I just noticed that the partition is omitted from this API. Was this intentional? For sinks it would definitely be weird to modify. Sources can technically specify the partition. Is there any chance we'd want to include the Kafka partition in this API as well?

ewencp · 2017-01-11T16:51:04Z

connect/runtime/src/main/java/org/apache/kafka/connect/runtime/ConnectorConfig.java

+
+        for (String alias : new LinkedHashSet<>(transformAliases)) {
+            final String prefix = TRANSFORMS_CONFIG + "." + alias + ".";
+            final String groupPrefix = TRANSFORMS_GROUP + ": " + alias;


nit: this isn't really a prefix, it's just a new group

As an arg to newDef.embed(), it can be a prefix (if a transformation's ConfigDef key spec has group name, otherwise it acts as the group). But it makes sense to just call it group here so will do.

ewencp · 2017-01-11T17:03:31Z

connect/runtime/src/main/java/org/apache/kafka/connect/runtime/PluginDiscovery.java

+        Collections.sort(connectorPlugins, new Comparator<ConnectorPluginInfo>() {
+            @Override
+            public int compare(ConnectorPluginInfo a, ConnectorPluginInfo b) {
+                return a.clazz().compareTo(b.clazz());


The Transformations are sorted by comparing the canonical names of the classes. Should we do that here as well?
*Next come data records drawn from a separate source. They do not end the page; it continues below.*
//! A failed command with its exit code: 2 for bad input, 1 for a failed run, 130 for Ctrl-C or SIGTERM.

use layflow_models::results::ResultsError;
use layflow_models::study::StudyError;

/// A failure with its exit code.
pub struct Failure {
    /// The process exit code.
    pub code: u8,
    message: String,
}

impl Failure {
    /// Bad input: the scenario or an argument.
    pub fn input(message: impl Into<String>) -> Failure {
        Failure { code: 2, message: message.into() }
    }
    /// The run itself failed.
    pub fn run(message: impl Into<String>) -> Failure {
        Failure { code: 1, message: message.into() }
    }
    /// Stopped by Ctrl-C or SIGTERM: 130, the shell's code for an interrupt.
    pub fn interrupted(message: impl Into<String>) -> Failure {
        Failure { code: crate::signals::STOPPED, message: message.into() }
    }
    /// The message shown to the user.
    pub fn message(&self) -> &str {
        &self.message
    }
}

impl From<StudyError> for Failure {
    fn from(e: StudyError) -> Failure {
        match e {
            StudyError::Input(m) => Failure::input(m),
            StudyError::Run(m) => Failure::run(m),
        }
    }
}

impl From<ResultsError> for Failure {
    fn from(e: ResultsError) -> Failure {
        match e {
            ResultsError::Input(m) => Failure::input(m),
            ResultsError::Write(m) => Failure::run(m),
        }
    }
}
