/// Tidy data: one row per demand level × layout × replication × metric.
fn replications_csv(out: &CompareOutput, metric_list: &[Metric]) -> Result<Vec<u8>, Failure> {
    let mut w = csv::Writer::from_writer(Vec::new());
    w.write_record(["demand_factor", "layout", "replication", "scope", "subject", "metric", "value"])
        .map_err(csv_failure)?;
    for lv in &out.levels {
        for (li, s) in lv.layouts.iter().enumerate() {
            for (r, vals) in lv.values[li].iter().enumerate() {
                for (metric, v) in metric_list.iter().zip(vals) {
                    w.write_record([
                        lv.demand_factor.to_string(),
                        s.layout.clone(),
                        r.to_string(),
                        metric.scope.as_str().to_string(),
                        metric.subject.clone(),
                        metric.name.to_string(),
                        // Nothing observed (no lot shipped): an empty cell, read as missing.
                        if v.is_finite() { v.to_string() } else { String::new() },
                    ])
                    .map_err(csv_failure)?;
                }
            }
        }
    }
    w.into_inner().map_err(|e| Failure::run(format!("cannot write CSV: {e}")))
}

fn csv_failure(e: csv::Error) -> Failure {
    Failure::run(format!("cannot write CSV: {e}"))
}

/// A signed difference in the metric's unit, with its half-width and a mark
/// when the interval excludes zero.
fn diff_cell(d: &Difference, kind: Kind) -> String {
    if d.n == 0 {
        return "-".to_string();
    }
    // A plus only on a difference that prints as non-zero.
    let sign = |x: f64| if x > 0.0 && num(x) != "0" { "+" } else { "" };
    let mark = if d.excludes_zero { " *" } else { "" };
    let e = Estimate { mean: d.mean, half_width: d.half_width, n: d.n };
    let body = match kind {
        Kind::Duration => {
            // The unit that suits the difference itself: minutes for a few minutes' gain.
            let (u, s) = time_unit(d.mean.abs().max(d.half_width.unwrap_or(0.0)));
            format!("{}{} {u}", sign(d.mean), pm(&e, 1.0 / s))
        }
        Kind::Number => format!("{}{}", sign(d.mean), pm(&e, 1.0)),
    };
    format!("{}{mark}", body.replace('-', "−"))
}
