/// One fleet size's results.
#[derive(Debug, Clone, Serialize)]
pub struct SizeResult {
    /// Movers in the fleet.
    pub movers: u32,
    /// Share of mover time busy (loaded + empty + handling).
    pub utilization: Estimate,
    /// The analytic estimate's busy time ÷ available mover time at this size.
    pub utilization_analytic: f64,
    /// Busy time ÷ on-duty mover time (shifts less breaks); present when the
    /// operators have working hours.
    #[serde(skip_serializing_if = "Option::is_none")]
    pub utilization_scheduled: Option<Estimate>,
    /// Share travelling loaded.
    pub loaded_share: Estimate,
    /// Share travelling empty.
    pub empty_share: Estimate,
    /// Share loading and unloading.
    pub handling_share: Estimate,
    /// Share idle.
    pub idle_share: Estimate,
    /// Share lost waiting to enter full aisle segments or busy intersections
    /// (counted in `utilization`); present when the aisles are simulated segment by segment.
    #[serde(skip_serializing_if = "Option::is_none")]
    pub congestion_share: Option<Estimate>,
    /// Mean wait from move request to pick-up, this fleet's moves, s.
    pub move_wait_s: Estimate,
    /// Each replication's 95th-percentile wait, averaged, s.
    pub move_wait_p95_s: Estimate,
    /// Loads this fleet moved per hour.
    pub moves_per_h: Estimate,
    /// Lots shipped per hour.
    pub throughput_per_h: Estimate,
    /// Time-average lots in the plant.
    pub wip_mean: Estimate,
    /// Mean flow time, s.
    pub flow_time_s: Estimate,
    /// This fleet's cost per hour.
    pub cost_per_h: Estimate,
    /// This fleet's cost per load moved.
    pub cost_per_load: Estimate,
    /// One verdict per target, in the order given.
    pub targets: Vec<Verdict>,
    /// Every target met with 95% confidence.
    pub meets_every_target: bool,
}

/// The analytic estimate under both empty-travel rules.
#[derive(Debug, Clone, Serialize)]
struct Analytic {
    /// Share of clock time on duty (A in the formula).
    availability: f64,
    /// Share of on-duty time spent productively (E in the formula).
    efficiency: f64,
    minimum_empty_flow: Estimated,
    empty_equals_loaded: Estimated,
}

/// The analytic estimate's numbers, per hour of operation, as reported.
#[derive(Debug, Clone, Serialize)]
pub struct Estimated {
    trips_per_h: f64,
    loaded_m_per_h: f64,
    empty_m_per_h: f64,
    loaded_travel_s_per_h: f64,
    empty_travel_s_per_h: f64,
    handling_s_per_h: f64,
    busy_s_per_h: f64,
    vehicles: f64,
    vehicles_rounded_up: u64,
    #[serde(skip)]
    efficiency: f64,
}

impl Estimated {
    fn new(e: FleetEstimate, efficiency: f64) -> Estimated {
        Estimated {
            trips_per_h: e.trips_per_h,
            loaded_m_per_h: e.loaded_m_per_h,
            empty_m_per_h: e.empty_m_per_h,
            loaded_travel_s_per_h: e.loaded_travel_s_per_h,
            empty_travel_s_per_h: e.empty_travel_s_per_h,
            handling_s_per_h: e.handling_s_per_h,
            busy_s_per_h: e.busy_s_per_h,
            vehicles: e.vehicles,
            vehicles_rounded_up: e.vehicles_rounded_up,
            efficiency,
        }
    }
}

#[derive(Serialize)]
struct FleetOutput {
    plant: String,
    scenario: String,
    fleet: String,
    layout: String,
    horizon_s: f64,
    warmup_s: f64,
    #[serde(skip_serializing_if = "Option::is_none")]
    warmup_auto: Option<WarmupChoice>,
    replications: u32,
    seed: u64,
    demand_factor: f64,
    confidence: f64,
    analytic: Analytic,
    targets: Vec<Target>,
    sizes: Vec<SizeResult>,
    /// The smallest size that met every target with 95% confidence.
    smallest_meeting_targets: Option<u32>,
    events: u64,
    #[serde(skip_serializing_if = "Option::is_none")]
    wall_s: Option<f64>,
}

/// Parse `2..8` or `2,3,5` into increasing sizes of at least 1.
pub fn parse_sizes(text: &str) -> Result<Vec<u32>, Failure> {
    let bad = |why: &str| {
        Failure::input(format!("--sizes {text:?}: {why}; write a range such as 2..8 or a list such as 2,3,5"))
    };
    let num =
        |s: &str| s.trim().parse::<u32>().map_err(|_| bad(&format!("{:?} is not a whole number", s.trim())));
    let sizes: Vec<u32> = if let Some((a, b)) = text.split_once("..") {
        let (a, b) =
            (num(a)?, num(b.trim_start_matches('=')).map_err(|_| bad("the range end is not a number"))?);
        if b < a {
            return Err(bad("the range runs backwards"));
        }
        (a..=b).collect()
    } else {
        text.split(',').map(num).collect::<Result<_, _>>()?
    };
    if sizes.contains(&0) {
        return Err(bad("a fleet needs at least one mover"));
    }
    if sizes.windows(2).any(|w| w[1] <= w[0]) {
        return Err(bad("list the sizes in increasing order, each once"));
    }
    if sizes.len() > 200 {
        return Err(bad("more than 200 sizes"));
    }
    Ok(sizes)
}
ConnectorPluginInfo.clazz() is the canonical class name

ewencp · 2017-01-11T17:10:56Z

connect/runtime/src/main/java/org/apache/kafka/connect/runtime/WorkerSourceTask.java

@@ -219,7 +230,7 @@ public void onCompletion(RecordMetadata recordMetadata, Exception e) {
                                    log.trace("Wrote record successfully: topic {} partition {} offset {}",
                                            recordMetadata.topic(), recordMetadata.partition(),
                                            recordMetadata.offset());
-                                    commitTaskRecord(record);
+                                    commitTaskRecord(preTransformRecord);


This is interesting, I don't think we really considered the potentially 2x memory usage increase this can cause.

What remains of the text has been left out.